▸ **Your assignment**:
Your answer is to be the count alone: the number of lines in the data below where "every" appears.

Segment Start: Records supplied

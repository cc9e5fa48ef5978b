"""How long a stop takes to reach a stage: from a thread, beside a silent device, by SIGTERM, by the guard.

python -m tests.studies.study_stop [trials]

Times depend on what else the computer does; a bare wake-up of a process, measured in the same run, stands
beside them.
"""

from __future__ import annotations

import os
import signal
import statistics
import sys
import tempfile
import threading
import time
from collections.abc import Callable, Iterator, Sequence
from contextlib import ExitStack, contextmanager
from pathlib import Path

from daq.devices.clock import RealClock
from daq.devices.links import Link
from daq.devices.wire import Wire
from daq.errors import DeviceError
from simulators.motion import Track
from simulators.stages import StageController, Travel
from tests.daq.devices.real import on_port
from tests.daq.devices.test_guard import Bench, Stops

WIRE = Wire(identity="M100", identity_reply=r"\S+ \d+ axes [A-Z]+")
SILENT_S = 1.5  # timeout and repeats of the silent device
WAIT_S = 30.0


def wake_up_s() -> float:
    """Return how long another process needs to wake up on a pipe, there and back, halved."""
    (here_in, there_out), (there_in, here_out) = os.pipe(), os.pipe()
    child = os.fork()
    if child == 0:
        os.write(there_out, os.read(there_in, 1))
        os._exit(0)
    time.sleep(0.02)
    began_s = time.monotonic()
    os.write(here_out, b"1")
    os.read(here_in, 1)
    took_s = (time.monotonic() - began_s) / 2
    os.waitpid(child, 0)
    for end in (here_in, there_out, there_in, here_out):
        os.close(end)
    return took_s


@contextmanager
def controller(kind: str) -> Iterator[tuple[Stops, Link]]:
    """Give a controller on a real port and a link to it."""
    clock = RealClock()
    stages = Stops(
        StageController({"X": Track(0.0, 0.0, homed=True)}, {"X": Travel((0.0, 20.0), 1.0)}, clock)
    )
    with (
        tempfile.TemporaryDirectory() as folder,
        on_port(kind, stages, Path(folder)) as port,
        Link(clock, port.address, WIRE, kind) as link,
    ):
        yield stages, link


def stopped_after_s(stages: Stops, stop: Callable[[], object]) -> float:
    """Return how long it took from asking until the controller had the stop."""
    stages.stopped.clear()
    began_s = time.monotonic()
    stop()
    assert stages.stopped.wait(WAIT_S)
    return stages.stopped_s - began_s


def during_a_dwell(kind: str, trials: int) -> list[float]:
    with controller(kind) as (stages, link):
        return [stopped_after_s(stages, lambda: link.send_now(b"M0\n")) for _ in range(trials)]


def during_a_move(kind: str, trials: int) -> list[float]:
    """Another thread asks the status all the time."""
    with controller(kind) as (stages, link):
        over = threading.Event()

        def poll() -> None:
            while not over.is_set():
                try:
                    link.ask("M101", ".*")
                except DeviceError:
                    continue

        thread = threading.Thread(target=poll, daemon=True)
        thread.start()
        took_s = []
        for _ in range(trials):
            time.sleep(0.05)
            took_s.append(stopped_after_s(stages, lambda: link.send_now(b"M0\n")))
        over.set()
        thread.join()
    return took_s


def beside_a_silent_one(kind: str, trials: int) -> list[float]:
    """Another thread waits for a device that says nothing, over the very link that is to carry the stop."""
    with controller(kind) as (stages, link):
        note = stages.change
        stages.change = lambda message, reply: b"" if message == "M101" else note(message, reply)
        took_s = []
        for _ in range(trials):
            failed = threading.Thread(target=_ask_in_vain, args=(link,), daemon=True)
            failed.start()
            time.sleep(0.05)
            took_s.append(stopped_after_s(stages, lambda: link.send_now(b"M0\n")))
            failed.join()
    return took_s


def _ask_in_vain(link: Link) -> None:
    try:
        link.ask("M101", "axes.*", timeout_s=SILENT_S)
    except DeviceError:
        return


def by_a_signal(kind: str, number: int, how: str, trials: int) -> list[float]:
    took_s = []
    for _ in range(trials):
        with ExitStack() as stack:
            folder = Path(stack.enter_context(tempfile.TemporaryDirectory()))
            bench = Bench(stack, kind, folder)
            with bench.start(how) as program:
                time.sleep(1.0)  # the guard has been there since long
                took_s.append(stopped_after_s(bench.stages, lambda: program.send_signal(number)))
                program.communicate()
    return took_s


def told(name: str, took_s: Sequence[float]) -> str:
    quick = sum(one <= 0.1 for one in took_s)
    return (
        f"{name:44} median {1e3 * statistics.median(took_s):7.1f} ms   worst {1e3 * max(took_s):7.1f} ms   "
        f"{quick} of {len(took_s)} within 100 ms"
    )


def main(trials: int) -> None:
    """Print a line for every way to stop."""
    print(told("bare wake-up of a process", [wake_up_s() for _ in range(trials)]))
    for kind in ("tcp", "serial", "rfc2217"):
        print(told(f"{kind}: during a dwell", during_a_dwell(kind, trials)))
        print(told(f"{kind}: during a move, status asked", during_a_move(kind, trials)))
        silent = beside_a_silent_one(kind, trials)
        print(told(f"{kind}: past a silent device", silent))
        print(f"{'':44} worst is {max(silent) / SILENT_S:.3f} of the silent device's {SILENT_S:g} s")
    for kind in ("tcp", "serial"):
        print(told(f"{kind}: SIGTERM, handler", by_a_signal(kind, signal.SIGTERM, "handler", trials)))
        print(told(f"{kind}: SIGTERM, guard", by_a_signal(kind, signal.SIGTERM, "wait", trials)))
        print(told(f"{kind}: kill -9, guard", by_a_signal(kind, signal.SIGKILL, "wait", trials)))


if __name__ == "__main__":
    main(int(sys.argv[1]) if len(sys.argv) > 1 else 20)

Segment End: Records supplied
Segment Start: Records supplied

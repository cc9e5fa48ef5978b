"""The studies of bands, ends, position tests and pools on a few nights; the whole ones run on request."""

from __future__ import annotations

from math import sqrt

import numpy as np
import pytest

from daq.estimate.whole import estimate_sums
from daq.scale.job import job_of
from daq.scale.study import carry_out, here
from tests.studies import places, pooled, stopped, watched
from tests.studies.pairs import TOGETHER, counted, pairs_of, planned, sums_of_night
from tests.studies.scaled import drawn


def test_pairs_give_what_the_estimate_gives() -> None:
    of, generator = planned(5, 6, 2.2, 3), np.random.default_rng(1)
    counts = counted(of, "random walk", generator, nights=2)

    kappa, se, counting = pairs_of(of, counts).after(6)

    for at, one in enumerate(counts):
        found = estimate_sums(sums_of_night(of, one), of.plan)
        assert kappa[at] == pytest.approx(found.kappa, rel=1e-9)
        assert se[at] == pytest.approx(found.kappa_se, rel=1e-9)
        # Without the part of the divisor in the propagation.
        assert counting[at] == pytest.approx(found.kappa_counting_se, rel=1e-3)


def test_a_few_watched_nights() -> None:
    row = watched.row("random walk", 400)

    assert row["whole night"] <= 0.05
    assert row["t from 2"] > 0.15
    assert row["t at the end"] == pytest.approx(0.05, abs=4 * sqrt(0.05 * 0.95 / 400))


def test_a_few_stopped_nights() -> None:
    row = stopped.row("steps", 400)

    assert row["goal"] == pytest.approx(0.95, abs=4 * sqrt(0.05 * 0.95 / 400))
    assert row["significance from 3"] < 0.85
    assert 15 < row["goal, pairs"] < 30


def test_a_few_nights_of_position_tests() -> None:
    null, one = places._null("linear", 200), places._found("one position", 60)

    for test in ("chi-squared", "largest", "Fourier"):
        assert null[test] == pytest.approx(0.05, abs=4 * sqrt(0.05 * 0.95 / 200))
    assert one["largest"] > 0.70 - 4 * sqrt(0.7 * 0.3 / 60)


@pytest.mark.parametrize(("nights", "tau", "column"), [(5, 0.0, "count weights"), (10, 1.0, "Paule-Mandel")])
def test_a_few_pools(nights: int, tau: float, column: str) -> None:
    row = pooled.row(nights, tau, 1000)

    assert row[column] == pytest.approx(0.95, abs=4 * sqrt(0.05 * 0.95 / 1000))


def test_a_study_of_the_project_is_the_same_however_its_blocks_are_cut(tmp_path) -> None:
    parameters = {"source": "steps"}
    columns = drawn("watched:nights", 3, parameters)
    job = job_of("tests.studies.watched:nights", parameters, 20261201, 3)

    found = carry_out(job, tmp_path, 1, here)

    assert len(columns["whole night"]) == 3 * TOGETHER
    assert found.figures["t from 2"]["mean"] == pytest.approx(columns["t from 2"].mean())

Segment End: Records supplied
Segment Start: Records supplied

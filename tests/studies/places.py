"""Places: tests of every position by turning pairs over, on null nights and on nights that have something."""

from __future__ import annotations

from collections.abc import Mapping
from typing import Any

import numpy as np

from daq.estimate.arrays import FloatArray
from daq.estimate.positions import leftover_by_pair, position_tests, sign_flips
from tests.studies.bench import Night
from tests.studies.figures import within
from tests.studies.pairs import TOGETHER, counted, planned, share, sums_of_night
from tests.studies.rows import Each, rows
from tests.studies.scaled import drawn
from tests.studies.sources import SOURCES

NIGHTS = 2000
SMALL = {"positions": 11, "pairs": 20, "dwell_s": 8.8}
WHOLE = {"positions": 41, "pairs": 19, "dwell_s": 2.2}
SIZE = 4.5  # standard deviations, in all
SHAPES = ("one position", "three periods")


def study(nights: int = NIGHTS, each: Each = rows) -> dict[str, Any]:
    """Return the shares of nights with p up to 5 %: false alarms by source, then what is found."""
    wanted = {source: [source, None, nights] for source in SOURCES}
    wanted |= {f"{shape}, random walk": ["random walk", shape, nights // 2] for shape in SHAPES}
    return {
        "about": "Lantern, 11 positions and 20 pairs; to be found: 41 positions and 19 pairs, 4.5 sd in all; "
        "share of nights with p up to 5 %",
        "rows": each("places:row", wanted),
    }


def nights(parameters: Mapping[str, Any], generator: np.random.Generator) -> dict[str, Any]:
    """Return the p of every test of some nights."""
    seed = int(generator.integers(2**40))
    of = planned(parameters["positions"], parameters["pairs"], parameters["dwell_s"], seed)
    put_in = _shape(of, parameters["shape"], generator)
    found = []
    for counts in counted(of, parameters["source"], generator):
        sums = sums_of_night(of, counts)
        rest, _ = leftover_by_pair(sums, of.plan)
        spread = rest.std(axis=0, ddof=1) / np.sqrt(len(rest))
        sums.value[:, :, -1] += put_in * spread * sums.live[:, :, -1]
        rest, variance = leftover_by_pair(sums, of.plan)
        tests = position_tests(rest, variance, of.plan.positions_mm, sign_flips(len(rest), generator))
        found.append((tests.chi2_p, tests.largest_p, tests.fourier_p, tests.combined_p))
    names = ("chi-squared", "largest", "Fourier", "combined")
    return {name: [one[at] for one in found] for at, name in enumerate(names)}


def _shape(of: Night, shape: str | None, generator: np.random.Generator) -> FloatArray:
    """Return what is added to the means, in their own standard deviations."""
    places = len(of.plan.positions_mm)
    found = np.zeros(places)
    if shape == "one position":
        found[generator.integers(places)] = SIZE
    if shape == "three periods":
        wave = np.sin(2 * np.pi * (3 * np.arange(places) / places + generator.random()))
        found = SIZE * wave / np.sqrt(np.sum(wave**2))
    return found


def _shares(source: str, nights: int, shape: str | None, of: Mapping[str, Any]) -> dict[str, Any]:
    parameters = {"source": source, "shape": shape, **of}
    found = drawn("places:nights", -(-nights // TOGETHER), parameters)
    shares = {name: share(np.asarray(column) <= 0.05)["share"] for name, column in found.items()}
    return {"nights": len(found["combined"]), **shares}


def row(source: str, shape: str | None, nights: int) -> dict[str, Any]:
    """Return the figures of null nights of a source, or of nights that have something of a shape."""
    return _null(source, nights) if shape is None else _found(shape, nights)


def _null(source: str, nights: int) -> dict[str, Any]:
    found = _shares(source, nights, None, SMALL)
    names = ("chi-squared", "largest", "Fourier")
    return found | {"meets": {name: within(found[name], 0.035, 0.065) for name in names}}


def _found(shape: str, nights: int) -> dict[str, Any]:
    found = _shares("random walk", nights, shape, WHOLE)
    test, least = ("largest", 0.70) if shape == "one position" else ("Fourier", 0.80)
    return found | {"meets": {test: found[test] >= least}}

Segment End: Records supplied

▸ **Exercise result**:
3